Some of the world's largest chemical companies, including DuPont, Dow Chemical, Cargill and Braskem, are now accelerating their production of bio-plastics made from crops including sugarcane, corn, maize and wood.
Dow, the world's largest producer of conventional plastics, is investing $US500 million ($526 million) in a new factory in Brazil that will produce polyethylene, one of the most commonly used forms of plastic, from ethanol made from sugarcane. It is due to open in 2011 and will employ 3000 people, producing 350,000 tonnes of the material a year.
Meanwhile, Braskem, the Brazilian chemicals group, has embarked on a similar venture, aiming to produce 200,000 tonnes of polyethylene a year.
Other ventures are under way in the US, where Nature Works, a subsidiary of Cargill, the American agribusiness group, has opened a factory in Blair, Nebraska, producing 140,000 tonnes of a different kind of biodegradable plastic known as PLA, which uses corn starch.
In Britain, Innovia Films is building a new production line that will boost its ability to produce plastic film made from wood cellulose by 12 per cent to 28,000 tonnes a year.
Diego Donoso, commercial director for plastics for Dow Chemical in Brazil, claims that the trend is being driven chiefly by economics. Using sugarcane to make polyethylene, rather than the usual naphtha-based crude oil or natural gas, is "economic with oil prices (even when they were) at $US45 per barrel", Mr Donoso said.
"Sugarcane ethanol is an increasingly competitive alternative to oil ... the big challenge is to be first."
Bio-plastics still account for only a small fraction of the more than 68 million tonnes of polyethylene and hundreds of millions of tonnes of other types of plastic produced around the world each year, but further investments by other big companies are expected soon.

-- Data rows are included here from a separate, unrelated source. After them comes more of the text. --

"""Structures that arrive as Molfiles (drawn in a structure editor, or organometallics with
dative bonds that a SMILES writer of another program would lose): read into the SMILES the
registry stores, so that ``add_measurement(..., smiles=…)`` stays the one way in."""

from __future__ import annotations

from pathlib import Path

from registry.errors import FileFormatError


def smiles_from_molfile(molfile: str | Path) -> str:
    """The SMILES of a Molfile (V2000 or V3000), given as a path or as the Molfile's text.

    Dative bonds are kept (RDKit's ``->``), stereo is taken from wedges and coordinates; an
    empty connection table gives ``""``. Errors name the file and what is wrong with it."""
    from registry.record.chem import MAX_MOLFILE_CHARACTERS
    from registry.record.chem import smiles_from_molfile as read

    text = str(molfile)
    if "\n" in text:
        return read(text, "Molfile")
    path = Path(text).expanduser()
    if not path.is_file():
        what = "is a folder, not a file" if path.is_dir() else "no such file"
        raise FileFormatError(str(path), what)
    if path.stat().st_size > MAX_MOLFILE_CHARACTERS * 4:
        raise FileFormatError(str(path), "far larger than one molecule's Molfile")
    data = path.read_bytes()
    try:
        content = data.decode("utf-8-sig")
    except UnicodeDecodeError:
        content = data.decode("latin-1")
    return read(content, str(path))
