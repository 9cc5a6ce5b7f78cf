"""Create, open and describe a registry."""

from __future__ import annotations

from typing import Any

from registry.storage.database import (
    Database,
    create_registry,
    current_user,
    head_revision,
    schema_revision,
)
from registry.storage.database import open_registry as _open_registry

#: the tables ``info`` counts, in the order it shows them
_COUNTED = (
    ("compounds", "compound"),
    ("processes", "process"),
    ("measurements", "measurement"),
    ("coalescence_observations", "coalescence"),
    ("rate_points", "rate_point"),
    ("solvents", "solvent"),
    ("import_batches", "import_batch"),
    ("findings", "validation_finding"),
    ("revisions", "revision"),
)


def open_registry(db: str) -> Database:
    """Open an existing registry (a SQLite path or a server URL) at the current schema.

    Every action on a registry takes the handle this returns; close it with ``.close()`` (or
    let the process end). The few actions that work on a registry *not* at the current schema
    (``init_registry``, ``schema_state``, ``upgrade_schema``, ``restore``) take its location.
    """
    return _open_registry(db)


def init_registry(db: str) -> dict[str, Any]:
    """Create a registry (or bring an existing one to the current schema); say what it holds."""
    database = create_registry(db)
    try:
        return registry_info(database)
    finally:
        database.close()


def registry_info(database: Database) -> dict[str, Any]:
    """Which database, its schema version, and how many rows each main table holds."""
    counts_sql = ", ".join(f"(SELECT count(*) FROM {table})" for _, table in _COUNTED)
    with database.read() as conn:
        values = conn.first(f"SELECT {counts_sql}") or ()
        retracted = conn.scalar("SELECT count(*) FROM measurement WHERE status = 'retracted'")
    return {
        "database": database.name,
        "backend": database.backend,
        "schema_version": schema_revision(database),
        "schema_head": head_revision(),
        "counts": {name: int(n) for (name, _), n in zip(_COUNTED, values, strict=True)},
        "retracted_measurements": int(retracted),
        "warnings": list(database.warnings),
    }


def actor_name(actor: str | None) -> str:
    """The name recorded in the history: the one given, else the OS user."""
    return actor or current_user()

"The growth of bio-plastics is all being driven by the cost of feedstocks," said Adrian Higson, of the National Non-food Crops Centre, who estimates that the industry is enjoying growth rates of nearly 20 per cent per year.
"As oil goes up, petrochemical costs (which form the conventional raw material for plastic) have risen too, whereas the cost of sugarcane, for example, has not changed substantially."
Mr Higson points out that not all bio-plastics are necessarily any more environmentally friendly than those made from petrochemicals.
Although some claim that the production of polyethylene made from sugarcane or corn creates fewer carbon emissions, the substance itself is chemically identical to that made from crude oil and does not break down any more quickly.
Nevertheless, companies specialising in biodegradable and compostable plastics, such as Innovia (which supplies Tesco, Morrisons and Sainsbury's, as well as organic food companies such as Jordans), are welcoming the move away from oil-based plastics.
Andy Sweetman, Innovia's global marketing manager, said: "We have benefited from rising oil prices and also increased concern about the environment. It's certainly an area we see growing quite strongly."